Material to process:
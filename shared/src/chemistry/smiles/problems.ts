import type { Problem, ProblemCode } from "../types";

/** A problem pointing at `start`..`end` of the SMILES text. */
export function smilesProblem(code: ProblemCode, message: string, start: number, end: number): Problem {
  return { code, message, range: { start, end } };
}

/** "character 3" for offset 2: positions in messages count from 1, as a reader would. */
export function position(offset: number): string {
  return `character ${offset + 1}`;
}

Your task: Each of the records is to be written out again without alteration.

Exercise solution:
filename shared/src/chemistry/smiles/problems.ts
import type { Problem, ProblemCode } from "../types";

/** A problem pointing at `start`..`end` of the SMILES text. */
export function smilesProblem(code: ProblemCode, message: string, start: number, end: number): Problem {
  return { code, message, range: { start, end } };
}

/** "character 3" for offset 2: positions in messages count from 1, as a reader would. */
export function position(offset: number): string {
  return `character ${offset + 1}`;
}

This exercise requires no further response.